LISTED RECORDS section start

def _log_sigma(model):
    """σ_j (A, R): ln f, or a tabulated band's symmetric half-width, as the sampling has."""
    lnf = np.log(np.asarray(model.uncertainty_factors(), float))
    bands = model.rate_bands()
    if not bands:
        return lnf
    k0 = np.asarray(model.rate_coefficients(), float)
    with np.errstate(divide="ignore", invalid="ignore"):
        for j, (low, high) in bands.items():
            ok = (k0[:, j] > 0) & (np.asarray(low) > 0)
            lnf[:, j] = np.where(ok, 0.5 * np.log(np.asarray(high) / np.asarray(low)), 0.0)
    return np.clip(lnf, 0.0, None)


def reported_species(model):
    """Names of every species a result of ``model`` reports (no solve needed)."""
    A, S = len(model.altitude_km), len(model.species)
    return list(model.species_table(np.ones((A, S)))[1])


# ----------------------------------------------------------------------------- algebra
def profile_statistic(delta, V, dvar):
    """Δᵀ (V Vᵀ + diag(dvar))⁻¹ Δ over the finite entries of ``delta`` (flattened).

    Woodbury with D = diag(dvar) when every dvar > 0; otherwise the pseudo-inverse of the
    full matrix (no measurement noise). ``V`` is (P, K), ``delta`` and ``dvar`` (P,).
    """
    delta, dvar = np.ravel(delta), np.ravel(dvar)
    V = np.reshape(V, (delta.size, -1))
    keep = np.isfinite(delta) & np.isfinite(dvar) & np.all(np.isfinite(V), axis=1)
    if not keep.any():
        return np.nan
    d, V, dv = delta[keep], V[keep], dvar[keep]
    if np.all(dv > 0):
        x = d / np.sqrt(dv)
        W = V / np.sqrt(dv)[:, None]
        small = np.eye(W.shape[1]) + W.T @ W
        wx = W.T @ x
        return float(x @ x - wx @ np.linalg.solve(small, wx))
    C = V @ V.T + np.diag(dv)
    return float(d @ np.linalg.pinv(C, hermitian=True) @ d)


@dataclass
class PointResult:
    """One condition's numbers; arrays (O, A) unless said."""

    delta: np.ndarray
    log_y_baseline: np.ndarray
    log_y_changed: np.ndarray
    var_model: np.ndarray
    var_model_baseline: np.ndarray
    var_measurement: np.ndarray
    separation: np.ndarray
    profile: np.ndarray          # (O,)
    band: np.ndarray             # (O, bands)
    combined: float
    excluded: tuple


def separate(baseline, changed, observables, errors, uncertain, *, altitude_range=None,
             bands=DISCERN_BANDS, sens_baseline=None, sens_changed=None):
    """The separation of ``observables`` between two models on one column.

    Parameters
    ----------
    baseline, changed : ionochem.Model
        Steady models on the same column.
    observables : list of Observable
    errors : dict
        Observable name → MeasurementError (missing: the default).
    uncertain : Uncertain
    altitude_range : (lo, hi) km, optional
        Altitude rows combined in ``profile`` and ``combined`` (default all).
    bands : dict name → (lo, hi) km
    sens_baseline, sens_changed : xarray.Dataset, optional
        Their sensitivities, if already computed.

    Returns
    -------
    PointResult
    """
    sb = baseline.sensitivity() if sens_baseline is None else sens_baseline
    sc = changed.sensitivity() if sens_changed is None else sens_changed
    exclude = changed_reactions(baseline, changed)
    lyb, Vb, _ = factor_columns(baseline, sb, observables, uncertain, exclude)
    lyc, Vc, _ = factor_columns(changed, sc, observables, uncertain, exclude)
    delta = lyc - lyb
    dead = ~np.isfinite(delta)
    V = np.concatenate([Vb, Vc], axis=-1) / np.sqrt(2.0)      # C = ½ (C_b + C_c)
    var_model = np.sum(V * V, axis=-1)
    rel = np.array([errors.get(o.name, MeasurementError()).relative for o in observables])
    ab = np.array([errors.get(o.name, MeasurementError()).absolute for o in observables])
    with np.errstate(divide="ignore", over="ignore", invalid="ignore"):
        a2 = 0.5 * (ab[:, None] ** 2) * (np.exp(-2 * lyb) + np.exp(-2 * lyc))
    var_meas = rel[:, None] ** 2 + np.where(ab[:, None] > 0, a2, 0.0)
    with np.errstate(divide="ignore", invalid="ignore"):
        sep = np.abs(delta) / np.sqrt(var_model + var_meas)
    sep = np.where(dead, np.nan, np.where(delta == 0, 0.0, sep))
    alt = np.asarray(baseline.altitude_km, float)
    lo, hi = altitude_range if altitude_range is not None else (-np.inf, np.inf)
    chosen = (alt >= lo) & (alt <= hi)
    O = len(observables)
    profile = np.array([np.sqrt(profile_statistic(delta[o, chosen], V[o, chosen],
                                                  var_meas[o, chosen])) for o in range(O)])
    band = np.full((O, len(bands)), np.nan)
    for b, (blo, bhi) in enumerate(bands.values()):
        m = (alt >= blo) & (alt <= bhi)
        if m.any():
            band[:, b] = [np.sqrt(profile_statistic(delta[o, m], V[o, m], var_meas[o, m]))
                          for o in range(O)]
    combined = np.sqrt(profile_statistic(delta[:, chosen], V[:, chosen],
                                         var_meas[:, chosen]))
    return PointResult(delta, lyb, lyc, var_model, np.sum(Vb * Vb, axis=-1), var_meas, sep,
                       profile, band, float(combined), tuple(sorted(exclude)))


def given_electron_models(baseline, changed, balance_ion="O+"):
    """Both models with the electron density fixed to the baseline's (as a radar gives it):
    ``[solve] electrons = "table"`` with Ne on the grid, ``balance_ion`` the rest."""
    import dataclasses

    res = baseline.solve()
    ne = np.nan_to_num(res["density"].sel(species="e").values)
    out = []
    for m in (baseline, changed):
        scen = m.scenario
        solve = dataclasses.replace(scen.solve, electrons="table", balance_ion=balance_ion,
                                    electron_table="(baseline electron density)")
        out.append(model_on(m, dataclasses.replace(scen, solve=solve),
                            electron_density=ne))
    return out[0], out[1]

LISTED RECORDS section end

◆ EXERCISE BRIEF
Copy the entries word for word. Start at the first line and end with the line containing "of every species".

◆ YOUR SOLUTION
def _log_sigma(model):
    """σ_j (A, R): ln f, or a tabulated band's symmetric half-width, as the sampling has."""
    lnf = np.log(np.asarray(model.uncertainty_factors(), float))
    bands = model.rate_bands()
    if not bands:
        return lnf
    k0 = np.asarray(model.rate_coefficients(), float)
    with np.errstate(divide="ignore", invalid="ignore"):
        for j, (low, high) in bands.items():
            ok = (k0[:, j] > 0) & (np.asarray(low) > 0)
            lnf[:, j] = np.where(ok, 0.5 * np.log(np.asarray(high) / np.asarray(low)), 0.0)
    return np.clip(lnf, 0.0, None)


def reported_species(model):
    """Names of every species a result of ``model`` reports (no solve needed)."""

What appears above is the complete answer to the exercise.